Fecal S100A12 in Healthy Infants and Children

A S Day 1,2,3,*, M Ehn 3, R B Gearry 4, D A Lemberg 1,2, S T Leach 2
PMCID: PMC3787569  PMID: 24167377

Abstract

Background and Aims. Fecal S100A12 is shown to be a useful noninvasive marker of gut inflammation. However, the studies to date have not characterised the patterns of expression in healthy young children. This study aimed to determine S100A12 levels in infants and children without symptoms of underlying gut disease. Methods. Stool samples were collected from healthy infants (<12 months) and children without gastrointestinal symptoms. Faecal S100A12 was measured by immunoassay. Results. Fifty-six children were recruited. Serial samples were obtained from seven term infants over the first 6 months of life. Single samples were obtained from 49 healthy children ranging from 0.16 to 13.8 years of age. Median S100A12 levels were 0.5 mg/kg (ranging from 0.39 to 25) in the healthy children, with high values (>10 mg/kg) in five infants only. There was no variation between gender. Median S100A12 levels in healthy infants remained below the established normal cut-off from birth to six months of age. Conclusion. S100A12 levels in well infants and children are almost exclusively lower than the standard cut-off. Transiently higher levels may be seen in early infancy. An elevated level of S100A12 in children older than 12 months of age is likely to represent organic gut disease.

1. Introduction

S100A12 (calgranulin C) is a cytosolic protein constitutively found in human neutrophils but also produced by other cell types such as monocytes [1, 2]. S100A12 is released by activated neutrophils or by damaged cells under stress as a damage-associated molecular pattern molecule (DAMP) [3]. Extracellular S100A12 has proinflammatory and chemotactic properties attracting inflammatory cells: it activates mast cells, stimulating release of cytokines including tumour necrosis factor- (TNF-) α [4]. S100A12 may bind to the receptor for advanced glycation end products (RAGE), resulting in activation of the nuclear factor- (NF-) κB signalling pathway and subsequent expression of various proinflammatory cytokines [5].

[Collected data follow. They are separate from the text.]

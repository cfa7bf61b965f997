/**
 * Fits to the open 180 nm process's published measurements (data/pdk180:
 * GF180MCU 3.3 V NMOS and PMOS, measured I–V from
 * google/globalfoundries-pdk-libs-gf180mcu_fd_pr, Apache-2.0), W = 10 µm,
 * every measured point with |ID| ≥ 10 nA. Prints the per-geometry table the
 * README quotes (run with `npx vitest run test/fit-pdk180.test.ts`).
 *
 * Targets (issue 8): EKV per L RMS ≤ 5 % and 95th percentile ≤ 10 % for
 * L ≥ 0.5 µm, RMS ≤ 10 % at L = 0.28 µm; temperature predictions RMS ≤ 8 %
 * for L ≥ 1 µm. The test asserts each target.
 */
import { describe, expect, it } from "vitest";
import type { ErrorSummary } from "../lib/fit/accuracy.js";
import { describeWindow, fitSweep } from "../lib/fit/fit.js";
import { ekvFit, fitModels, squareLawFit } from "../lib/fit/models.js";
import { fitTemperature } from "../lib/fit/temperature.js";
import { readMeasurements } from "../lib/measure/read.js";
import { select } from "../lib/measure/select.js";

const sets = {
  nmos: readMeasurements("data/pdk180/nfet_03v3_meas_id.csv"),
  pmos: readMeasurements("data/pdk180/pfet_03v3_meas_id.csv"),
};
const sweep = (pol: "nmos" | "pmos", l: number, tempC = 25) =>
  select(sets[pol], { w: 10e-6, l: l * 1e-6, temp: tempC + 273.15, currentSign: pol === "pmos" ? "magnitude" : "spice" });
const pct = (e: ErrorSummary) => `${(100 * e.rms!).toFixed(1)} % / ${(100 * e.p95!).toFixed(1)} % / ${(100 * e.max!).toFixed(1)} %`;

describe("EKV fitted per L to the open 180 nm measurements (GF180MCU 3.3 V, W = 10 µm, 25 °C, |ID| ≥ 10 nA)", { timeout: 120_000 }, () => {
  for (const pol of ["nmos", "pmos"] as const)
    for (const l of [0.28, 0.5, 1, 5, 10]) {
      it(`${pol} L = ${l} µm`, () => {
        const f = fitSweep(ekvFit, sweep(pol, l));
        const e = f.accuracy.overall;
        const r = f.accuracy.regions;
        console.log(`| ${pol} | ${l} | ${e.points} | ${pct(e)} | ${r.weak.rms === undefined ? "–" : (100 * r.weak.rms).toFixed(1)} / ${(100 * r.moderate.rms!).toFixed(1)} / ${(100 * r.strong.rms!).toFixed(1)} % | ${(100 * r.triode.rms!).toFixed(1)} / ${(100 * r.saturation.rms!).toFixed(1)} % |`);
        if (l >= 0.5) {
          expect(e.rms!).toBeLessThanOrEqual(0.05);
          expect(e.p95!).toBeLessThanOrEqual(0.1);
        } else expect(e.rms!).toBeLessThanOrEqual(0.1);
        expect(e.points).toBeGreaterThan(500);
      });
    }
});

describe("temperature: card at 25 °C plus fitted drift predicts −40 °C and 125 °C (open 180 nm measurements, W = 10 µm)", { timeout: 120_000 }, () => {
  for (const pol of ["nmos", "pmos"] as const)
    for (const l of [1, 5, 10]) {
      it(`${pol} L = ${l} µm: square law in its window, EKV over every point`, () => {
        const ss = [-40, 25, 125].map((t) => sweep(pol, l, t));
        for (const model of [squareLawFit, ekvFit]) {
          const ref = fitSweep(model, ss[1]!);
          const tf = fitTemperature(model, ref, ss);
          const rows = tf.predictions.map((p) => `${(p.temp - 273.15).toFixed(0)} °C ${(100 * p.inWindow.rms!).toFixed(1)} %`);
          console.log(`| ${pol} | ${l} | ${model.id} | ${(tf.alphaVt * 1e3).toFixed(2)} mV/K | ${tf.muExp.toFixed(2)} | ${rows.join(", ")} |`);
          // physically sensible: |Vt| falls with temperature, mobility exponent between 0.5 and 2.5 (common practice)
          expect(tf.alphaVt).toBeLessThan(0);
          expect(tf.muExp).toBeGreaterThan(0.5);
          expect(tf.muExp).toBeLessThan(2.5);
          // the target: 8 % for both models at every L ≥ 1 µm
          for (const p of tf.predictions) expect(p.inWindow.rms!).toBeLessThanOrEqual(0.08);
        }
      });
    }
});

describe("square law with mobility degradation and velocity saturation over the strong-inversion plane (open 180 nm measurements, W = 10 µm, 25 °C)", { timeout: 120_000 }, () => {
  const mobility = fitModels["square-law-mobility"]!;
  for (const pol of ["nmos", "pmos"] as const)
    for (const l of [0.28, 0.5, 1, 5, 10]) {
      it(`${pol} L = ${l} µm: RMS ≤ 5 % in its window`, () => {
        const f = fitSweep(mobility, sweep(pol, l));
        const p = Object.fromEntries(f.parameters.map((q) => [q.name, q.value]));
        console.log(`| ${pol} | ${l} | ${describeWindow(f.window).replace(/\|VBS\| = 0 V/, "VBS = 0")} (${f.window.points} pts) | ${(100 * f.inWindow.rms!).toFixed(1)} % / ${(100 * f.inWindow.p95!).toFixed(1)} % | ${(p.theta! as number).toFixed(3)} | ${((p.ecrit! as number) / 1e6).toFixed(2)} |`);
        expect(f.meetsTarget).toBe(true);
        expect(f.inWindow.rms!).toBeLessThanOrEqual(0.05);
      });
    }
});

Elevated levels of S100A12 are seen in a number of inflammatory conditions. Serum levels are raised in diseases such as rheumatoid arthritis, Kawasaki's disease, and cystic fibrosis [6]. In addition, high levels of S100A12 are seen in the serum and colonic mucosa of children with inflammatory bowel disease (IBD) [7].

Furthermore, recent studies have determined S100A12 levels in stool samples [8, 9]. Sidler et al. [9] showed that fecal S100A12 levels at a cut-off of 10 mg/kg had sensitivity and specificity of 97% to distinguish between IBD and other noninflammatory conditions in a group of children presenting with gut symptoms. Other studies have shown higher levels of fecal S100A12 in adults with IBD than in subjects with irritable bowel syndrome (IBS) [10]. The available data suggests that fecal S100A12 measurement can be very useful in the ascertainment of gastrointestinal inflammation.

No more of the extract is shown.